Please don’t get me wrong: I don’t for a moment mean to minimize the agony of the person who cries from the heart, How can a loving God permit this terrible thing to happen, my child to die, my home to be destroyed by a hurricane, or whatever tragedy it is. There is evil in the world and it does challenge our faith.

But the “argument from evil” is not a cri de coeur by someone whose faith is being challenged, it’s an intellectual exercise by philosophers who like to play games with ideas. The article tells us:

In the 1970’s, several leading philosophers of religion broke the argument [from evil] down into a “logical” version (that any amount of evil is logically incompatible with such a god) which most philosophers consider defeated, and an “evidential” version (that certain amounts or types of evil we observe in our world are evidence against such a god) which remains a thorny problem.

This seems like a waste of intellect. Do these philosophers ask themselves whether perhaps God could have a different definition of, or perspective on, evil than they do? Have they considered Genesis 1-3 and tried to understand how a religious tradition reconciles the reality of evil in the world with the existence of a loving God? Have they even read and attempted to understand “Fear and Loathing”?

These are rhetorical questions. Perhaps the philosophers of religion have considered all these things and satisfied themselves that their own approach is right. But I doubt it. We are told in this article that 73% of philosophers are atheists, and I suspect that even those who are believers in their hearts know whose game they have to play.
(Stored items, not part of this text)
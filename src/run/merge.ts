/**
 * Merge shard outputs into one table: every shard must come from the same sweep (hash) and the
 * same meltsweep version, pass its checksum (src/io/table-checksum.ts), hold exactly the rows its
 * metadata claims, and together they must cover the sweep's rows exactly once. Nothing is
 * published unless all of that holds. Shards may be in any table format;
 * the merged table is written in the format asked for. When every shard has a profile table
 * (SHARD.profiles.EXT), those are merged too.
 */
import * as arrow from 'apache-arrow';
import fs from 'node:fs';
import path from 'node:path';
import { InputError, RunError } from '../errors.js';
import type { ColumnStatus } from '../physics/types.js';
import { makeStatusDictionary, readResultsMeta, resultsSchema, type ResultsTableMeta } from '../io/arrow-schema.js';
import { withSharedDictionary } from '../io/arrow-batch.js';
import { META } from '../io/arrow-schema.js';
import { profilesPathFor, resolveOutputFormat, type OutputFormat } from '../io/output-format.js';
import { profilesSchema } from '../io/profile-table.js';
import { readTableBatches, readTableSchema } from '../io/table-reader.js';
import { openTableSink, type TableSinkOptions } from '../io/table-sink.js';
import { checkScenarioIds, countStatuses } from './publication.js';
import { verifyTableChecksum } from '../io/table-checksum.js';
import { checkCompanion, checkOutput } from './output-guard.js';
import { lockOutput } from './output-lock.js';
import { shardRange } from '../plan/shards.js';
import { COLUMN_STATUSES } from '../physics/types.js';

export interface MergeSummary {
  readonly outPath: string;
  readonly rows: number;
  readonly shards: number;
  readonly counts: Readonly<Record<ColumnStatus, number>>;
  readonly format: OutputFormat;
  /** the merged profile table, when every shard had one; null otherwise */
  readonly profilesPath: string | null;
  /** why the profile tables were not merged, when some shards had one and others not */
  readonly profilesNote: string | null;
}

/** Options of mergeShards. */
export interface MergeOptions {
  /** replace an existing output */
  readonly force?: boolean;
  /** format of the merged table (default: from the output's extension, else arrow) */
  readonly format?: OutputFormat;
  /** writer settings (Parquet compression, row group size) */
  readonly writer?: TableSinkOptions;
  /** told about things the user should know that are not errors (a stale lock taken over) */
  readonly note?: (message: string) => void;
}

interface ShardInfo {
  readonly file: string;
  readonly meta: ResultsTableMeta;
}

/** Check that the shards fit together; returns them in row order. */
export async function checkShards(files: readonly string[]): Promise<ShardInfo[]> {
  if (files.length === 0) throw new InputError('merge: give at least one shard file');
  const infos: ShardInfo[] = [];
  for (const file of files) {
    if (!fs.existsSync(file)) throw new InputError(`merge: ${file} does not exist`);
    let meta: ResultsTableMeta;
    let schema: arrow.Schema;
    try {
      schema = await readTableSchema(file);
    } catch (err) {
      throw new InputError(`merge: ${file} is not a meltsweep results file (${err instanceof Error ? err.message : String(err)})`);
    }
    try {
      meta = readResultsMeta(schema, file);
    } catch (err) {
      // the metadata check names the file, the key and the problem
      if (err instanceof InputError) throw new InputError(err.problems.map((p) => `merge: ${p}`));
      throw err;
    }
    infos.push({ file, meta });
  }
  const first = infos[0].meta;
  const problems: string[] = [];
  for (const s of infos.slice(1)) {
    if (s.meta.sweepHash !== first.sweepHash) {
      problems.push(`merge: ${s.file} comes from sweep ${s.meta.sweepHash.slice(0, 12)}, but ${infos[0].file} from ${first.sweepHash.slice(0, 12)}: shards must come from the same sweep`);
    } else if (s.meta.toolVersion !== first.toolVersion) {
      problems.push(
        `merge: ${s.file} was computed by meltsweep ${s.meta.toolVersion}, ${infos[0].file} by ${first.toolVersion}: versions may compute different numbers, so one table must not mix them; rerun the shards with one version`,
      );
    }
  }
  for (const s of infos) {
    const check = await verifyTableChecksum(s.file);
    if (check.status === 'bad') problems.push(`merge: ${s.file} is damaged: ${check.why}; run that shard again`);
    for (const companion of [profilesPathFor(s.file)]) {
      if (!fs.existsSync(companion)) continue;
      const pc = await verifyTableChecksum(companion);
      if (pc.status === 'bad') problems.push(`merge: ${companion} is damaged: ${pc.why}; run that shard again`);
    }
  }
  if (problems.length > 0) throw new InputError(problems);
  infos.sort((a, b) => a.meta.rowStart - b.meta.rowStart || a.meta.rowEnd - b.meta.rowEnd);
  let next = 0;
  for (const s of infos) {
    if (s.meta.rowStart > next) problems.push(`merge: rows ${next}-${s.meta.rowStart} are missing (${missingShards(infos, next, s.meta.rowStart)})`);
    if (s.meta.rowStart < next) problems.push(`merge: rows ${s.meta.rowStart}-${Math.min(next, s.meta.rowEnd)} are covered twice (${s.file} overlaps an earlier shard)`);
    next = Math.max(next, s.meta.rowEnd);
  }
  if (next < first.pointCount) problems.push(`merge: rows ${next}-${first.pointCount} are missing (${missingShards(infos, next, first.pointCount)})`);
  if (problems.length > 0) throw new InputError(problems);
  return infos;
}

/** The scenario ids of a shard's batch must continue at `next`; returns the id after its last row. */
function checkShardRows(batch: arrow.RecordBatch, next: number, s: ShardInfo): number {
  try {
    return checkScenarioIds(batch, next, `merge: ${s.file}`);
  } catch (err) {
    throw new InputError(`${err instanceof Error ? err.message : String(err)}; its metadata claims rows ${s.meta.rowStart}-${s.meta.rowEnd}: run that shard again`);
  }
}

/** Input problems pass through; anything else is a write failure naming the file. */
function writeError(file: string, err: unknown): Error {
  if (err instanceof InputError || err instanceof RunError) return err;
  return new RunError(`cannot write ${file}: ${err instanceof Error ? err.message : String(err)}`);
}

/** "shard 3 of 4 is missing" when the shards were cut k/n alike, else "no shard covers them". */
function missingShards(infos: readonly ShardInfo[], start: number, end: number): string {
  const ns = new Set(infos.map((s) => /^\d+\/(\d+)$/.exec(s.meta.shard)?.[1]));
  const n = Number([...ns][0]);
  if (ns.size !== 1 || !Number.isSafeInteger(n)) return 'no shard covers them';
  const count = infos[0].meta.pointCount;
  const ks: number[] = [];
  for (let k = 1; k <= n; k++) {
    const r = shardRange(count, k, n);
    if (r.start < end && r.end > start && r.end > r.start) ks.push(k);
  }
  if (ks.length === 1) return `shard ${ks[0]} of ${n} is missing`;
  const shown = ks.length > 12 ? `${ks.slice(0, 12).join(', ')} and ${ks.length - 12} more` : ks.join(', ');
  return `shards ${shown} of ${n} are missing`;
}

/** The profile grid shared by every shard's profile table; null when no shard has one. */
async function shardProfileGrid(infos: readonly ShardInfo[]): Promise<{ grid: string | null; note: string | null }> {
  const present = infos.filter((s) => fs.existsSync(profilesPathFor(s.file)));
  if (present.length === 0) return { grid: null, note: null };
  if (present.length < infos.length) {
    return { grid: null, note: `profile tables not merged: only ${present.length} of ${infos.length} shards have one` };
  }
  const grids = new Set<string>();
  for (const s of infos) {
    const file = profilesPathFor(s.file);
    const md = (await readTableSchema(file)).metadata;
    if (md.get(META.sweepHash) !== s.meta.sweepHash || md.get(META.rowRange) !== `${s.meta.rowStart}-${s.meta.rowEnd}`) {
      throw new InputError(`merge: ${file} does not belong to ${s.file} (another sweep or row range)`);
    }
    grids.add(md.get(META.profileGrid) ?? '');
  }
  if (grids.size !== 1) throw new InputError(`merge: the shards' profile tables use different pressure grids (${[...grids].join(', ')})`);
  return { grid: [...grids][0], note: null };
}

/**
 * Merge shard tables of one sweep into `outPath` (atomically, in the format asked for).
 * @throws InputError when the shards do not fit together, one is damaged or holds other rows
 *   than its metadata claims, or the output exists without force
 */
export async function mergeShards(files: readonly string[], outPath: string, options: MergeOptions = {}): Promise<MergeSummary> {
  const resolved = path.resolve(outPath);
  checkOutput(resolved, options.force === true, false, '--output', files);
  const infos = await checkShards(files);
  const format = resolveOutputFormat(resolved, options.format);
  const lock = lockOutput(resolved, 'merge', options.note);
  try {
    return await mergeLocked(infos, resolved, format, options);
  } finally {
    lock.release();
  }
}

async function mergeLocked(infos: readonly ShardInfo[], resolved: string, format: OutputFormat, options: MergeOptions): Promise<MergeSummary> {
  const { grid, note } = await shardProfileGrid(infos);
  const m = infos[0].meta;
  const meta: ResultsTableMeta = { ...m, rowStart: 0, rowEnd: m.pointCount, shard: '1/1' };
  let profilesPath: string | null = null;
  if (grid !== null) {
    profilesPath = profilesPathFor(resolved);
    checkCompanion(profilesPath, 'the merged profile table', options.force === true);
    const pSchema = profilesSchema(meta, grid);
    const psink = await openTableSink(format, profilesPath, pSchema, options.writer);
    try {
      for (const s of infos) {
        for await (const batch of readTableBatches(profilesPathFor(s.file))) await psink.write(new arrow.RecordBatch(pSchema, batch.data));
      }
      await psink.publish();
    } catch (err) {
      await psink.abort();
      throw writeError(profilesPath, err);
    }
  }
  const schema = resultsSchema(meta);
  const dictionary = makeStatusDictionary();
  const counts = Object.fromEntries(COLUMN_STATUSES.map((s) => [s, 0])) as Record<ColumnStatus, number>;
  const sink = await openTableSink(format, resolved, schema, options.writer);
  let rows = 0;
  try {
    for (const s of infos) {
      let next = s.meta.rowStart;
      for await (const batch of readTableBatches(s.file)) {
        const rebuilt = withSharedDictionary(batch, schema, dictionary);
        next = checkShardRows(rebuilt, next, s);
        countStatuses(rebuilt, counts);
        rows += rebuilt.numRows;
        await sink.write(rebuilt);
      }
      if (next !== s.meta.rowEnd) {
        throw new InputError(`merge: ${s.file} holds rows ${s.meta.rowStart}-${next}, but its metadata claims ${s.meta.rowStart}-${s.meta.rowEnd} (rows missing: the file was cut or edited); run that shard again`);
      }
    }
    await sink.publish();
  } catch (err) {
    await sink.abort();
    if (profilesPath !== null) fs.rmSync(profilesPath, { force: true });
    throw writeError(resolved, err);
  }
  return { outPath: resolved, rows, shards: infos.length, counts, format, profilesPath, profilesNote: note };
}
I find this all depressing. It’s like learning that your professor of music is tone deaf. There may be certain things that you can learn from such a teacher, but it can only go so far,

I was thinking about this stuff the other day when I saw that Turner Classic Movies was showing Glory on Martin Luther King Day. I’ve seen this great movie two or three times before, and it is painful each time, but worth the pain. It tells the story of a regiment of Black soldiers, recruited by the Union in the Civil War. Near the end of the movie, the night before the great battle in which most of them will die, the soldiers gather around the camp fires and sing hymns, pray, and testify. Their faith in God gives them the ability to face the coming day.

I don’t have words that can evoke what I felt when I saw that scene. You can see most of the scene here.

This scene says more about the Christian religion than any philosophical exercise can do. Our faith is a peculiar mixture of heart and head, emotion and intellect. On the one hand, it has a mystical power that seems to plumb depths far more profound than mere intellect can reach. On the other hand, it is not a blind and foolish tooth-fairy faith; it depends on a confident knowledge of the fact that God so loved this real material world, and us its real material inhabitants, that he sent his only begotten son so that we could have eternal life. Isn’t that more important that any philosopher’s word games?